# Congress Results



## Coventry Lane Farm (Aug 4, 2007)

It was super hot there at Congress which was our first trip to Gordyville and we did well with Story receiving the award of "Best Groomed Shetland Pony of the Congress" from Farnam products and we received various items of their product line and numerous coupons for free bags of Platform feed, then Story went Reserve Champion in the Classic Stallion, Amateur Owned & Shown, 3rd in color and 4th in open and 5th in Futurity. We had a pinto sabino bald faced, blue eyed shetland filly brought up from Pondering Oaks Stables located in Texas that my husband bought for me as a anniversary present and kept it a secret until we got there. He had bought the filly back in February after I saw her listed for sale. She is tiny and we measured her miniature and she should be able to stay under the 38 inches required to be registered AMHR, we all figured that she will top out arount 37 inches. Rosie ended up being the Champion in the Multi-Colored mare class there as well and was a sad farwell from Carin but also happy that Rosie will be retuning to the show ring in 2008 as well. We also met various forum people and met alot of new people also and had a wonderful time even though it was terrible with the heat being close to 100 degress and not much of a breeze. The food was great that was served during the luncheon as well and hats off to everyone for having a great time at Congress.

See you at the Congress next year as well! :aktion033:


----------



## eagles ring farm (Aug 4, 2007)

congrats Pam on your show :aktion033: and your new filly looking forward to pics

Lori


----------



## Leeana (Aug 5, 2007)

I love your new filly! I was telling Carin how crazy i am over her, well i guess she still has a 1/2 sister lol.

It was so nice to meet you, congrats on the farnam award and reserve. WOOHOO.

Story looked goooooood!


----------



## kaykay (Aug 5, 2007)

congrats!! :aktion033: Story looked fabulous! it was so good seeing you again.


----------



## PrestigeMiniHorses (Aug 5, 2007)

Oh CONGRATS on all your wins!!! And of course your new filly!!!! Can't wait to see pics.


----------



## Coventry Lane Farm (Aug 5, 2007)

It was nice going to Congress and meeting some of the forum people to match them up there. I was also told from the Farnam rep that they will be at the AMHR Nationals as well so perhaps they will be doing the same type of an award there also. Just a heads up just in case you could say, she didn't mention it being done but you never know.

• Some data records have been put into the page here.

// What chance does beside the draws of single animals: years that differ, and catastrophes.
import type { DenseMatrix } from '../numeric/sparse.ts';
import type { VariedShape } from './variation/shape.ts';
import type { UncertainDistribution } from './uncertainty/distribution.ts';
import type { Ast } from '../spec/expression/ast.ts';

/** One number a patch, for each stretch of steps in which it is constant. */
export interface PatchNumbers {
  readonly epochs: readonly Float64Array[];
  /** Index into `epochs` for step t (1-based) at t - 1; empty where there is one epoch. */
  readonly epochOf: Int32Array;
}

/** Parts of a phase that a condition scales by class; `leaving` is the share that sets out in a dispersal. */
export type ScaledPart = 'survival' | 'births' | 'fates' | 'leaving';

/** The rate of a class in a phase (an index into the phases of the model). */
export interface ScaledRate {
  readonly phase: number;
  readonly part: ScaledPart;
  readonly class: number;
}

/** A rate of a class, or a named parameter, that differs from year to year. */
export interface Varied {
  /** Such as `survival of adult`, or the name of the parameter. */
  readonly name: string;
  readonly of: ({ readonly kind: 'rate' } & ScaledRate) | { readonly kind: 'parameter' };
  readonly shape: VariedShape;
  /** On the scale of the number; where the SD is 0 it does not vary. */
  readonly mean: PatchNumbers;
  readonly sd: PatchNumbers;
}

/** A rate that is an expression over parameters that vary, or over resampled drivers: it is worked out anew every year. */
export interface Response extends ScaledRate {
  readonly name: string;
  /** Over varied parameters, drivers, attributes of the patch and `year`. */
  readonly expression: Ast;
  /** Patches in which the rate is this expression. */
  readonly patches: readonly number[];
  /** Its value at the means of the parameters, averaged over resampled years, in these patches; 0 elsewhere. */
  readonly base: PatchNumbers;
  readonly bounds: 'share' | 'from zero';
}

/** Correlation of underlying normal numbers. */
export interface Correlation {
  /** One number for all pairs, or a matrix in the order of the names. */
  readonly of: number | DenseMatrix;
  /** How far (root of the sum of squared changes) an impossible table was moved to the nearest possible one; 0 for not. */
  readonly repaired: number;
}

/** Drivers of which every year of the model has those of a given year, each given year with the same chance. */
export interface Resampled {
  /** In their order. */
  readonly names: readonly string[];
  /** Calendar years of the values. */
  readonly years: readonly number[];
  /** Of driver d in given year y at d · years + y. */
  readonly values: Float64Array;
}

export interface Variation {
  readonly resampled: Resampled | null;
  /** Of each driver that responses read and that follows the calendar, its values, one a step. */
  readonly dated: ReadonlyMap<string, Float64Array>;
  /** In the order of their names. */
  readonly varied: readonly Varied[];
  readonly responses: readonly Response[];
  readonly betweenRates: Correlation;
  /** By distance it is exp(−distance / range); the landscape has the distances. */
  readonly betweenPatches: Correlation | { readonly rangeKm: number };
  readonly autocorrelation: number;
  /** Values of the attributes that the responses read, by patch. */
  readonly attributes: ReadonlyMap<string, Float64Array>;
}

/** What a rate is multiplied by where a catastrophe is on. */
export interface MultipliedRate extends ScaledRate {
  readonly times: number;
}

/** A rare event, bad or good. All its times are steps. */
export interface Catastrophe {
  readonly name: string;
  /** A step: that one begins in a given patch, or somewhere in the landscape. */
  readonly chance: number;
  readonly over: 'patch' | 'landscape';
  /** The chance as it was given, of at least one in so many years; absent where it was given a year. */
  readonly stated?: { readonly chance: number; readonly years: number };
  /** Patches in which it can begin. */
  readonly origins: readonly number[];
  readonly reach: 'everywhere' | 'one patch' | { readonly radiusKm: number };
  readonly multiplies: readonly MultipliedRate[];
  readonly lasts: number;
  /** From one beginning to the next at least; never less than it lasts. */
  readonly wait: number;
  readonly capacity: { readonly times: number; readonly steps: number } | null;
}

/** A parameter that is not exactly known. */
export interface Uncertain {
  readonly name: string;
  /** What is used where nothing is drawn. */
  readonly value: number;
  readonly distribution: UncertainDistribution;
}

export interface Uncertainty {
  /** In the order of their names. */
  readonly parameters: readonly Uncertain[];
  readonly correlation: Correlation;
  /** Draws of the author's own, instead of distributions. */
  readonly table: readonly Readonly<Record<string, number>>[] | null;
}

I know Carin from Pondering Oaks was very happy and in tears with receiving the Champion award for her filly that Scott purchased for me. I had ordered the photo from Washburn under the Congress award backdrop and Carin was ordering one also under the other backdrop. It was a very happy day for the both of us at Congress.

We all had a great time and it sure is different showing ponies than the miniatures and that was the first time ever that Scott showed Story and I was very proud when he received Reserve Champion.

We both are looking forward in showing Story and Rosie next year as well and seeing everybody again at Worlds and Congress. :saludando:

Next stop...AMHR Nationals, Tulsa Bound! Everyone have a safe trip!


----------



## OhHorsePee (Aug 6, 2007)

Congratulations! Story is beautiful.

Fran


----------



## lyn_j (Aug 6, 2007)

WOW Pammy congratulations on your wins AND your new filly..... Have Scott talk to Barry about what I want for my aniversary.....30 years Dec 10......

Lyn


----------



## txminipinto (Aug 6, 2007)

Coventry Lane Farm said:


> I know Carin from Pondering Oaks was very happy and in tears with receiving the Champion award for her filly that Scott purchased for me. I had ordered the photo from Washburn under the Congress award backdrop and Carin was ordering one also under the other backdrop. It was a very happy day for the both of us at Congress.
> 
> We both are looking forward in showing Story and Rosie next year as well and seeing everybody again at Worlds and Congress. :saludando:
> 
> Next stop...AMHR Nationals, Tulsa Bound! Everyone have a safe trip!


Dang it. The secret's out. Yes, I can be a very emotional wreck at times!



: I don't know who's more excited about Rosie's new home, Pam or I! It was wonderful meeting Scott and Pam and I have pictures of the "new family" as soon as I can find my USB cable! I just hope that RFD-TV leaves their interview of me on the cutting room floor!   Or, I'll never hear the end of that one!



:


----------



## Jill (Aug 6, 2007)

Congrats on your results and your new girl!


----------



## alphahorses (Aug 6, 2007)

Congratulation! :aktion033: They are both really beautiful. I saw Story before he was weaned, and like all of his dam's ("Melody's") foals, he is really something.

Hey .. talk them into adding a Classic Color class at the World Show! LOL


----------



## Coventry Lane Farm (Aug 6, 2007)

I'll see what we can get done about that class being added for the Classic Shetlands at the Ohio World Show, I know that we would get some entries in if they did add the classes. We had the under and over multi-color champion at the Worlds this year with our stallions "Bissel Mounds Monte Carlo" and "Little Wee Lord of the Ring" as well. Sure would be nice to compete more there at Worlds since you are already there other than halter for the young shetlands that are not old enough to do the driving classes there. If I get any results, I sure would let you know...



:

"Thanks" for the congrats on Story and Rosie, I sure am proud of our shetlands, my husband Scott and new friends Carin and her husband from Pondering Oaks Stable and looking forward in showing them both in 2008.

Story has a awesome neck, love that boy, sure glad that he came here to Coventry Lane last year from Getitia and Les, Story is my husbands boy, he's way too hot of a pony for me to handle in the ring and the filly "Rosie" is mine to show next year! Ought to be interesting..LOL

I just couldn't believe we received the award about best groomed pony of the show from Farnam Products, that caught me way off guard because I didn't even know that they were looking.

I do all the grooming for all the horses and both my husband and myself show the miniatures, this past week I just got to be the groomer at Congress, so that at least someone must thought I did a good job...hee hee, since Scott tells me that I am way too picky about the grooming, I guess it did pay off afterall.


----------



## kaykay (Aug 7, 2007)

oops sorry i misread lol


----------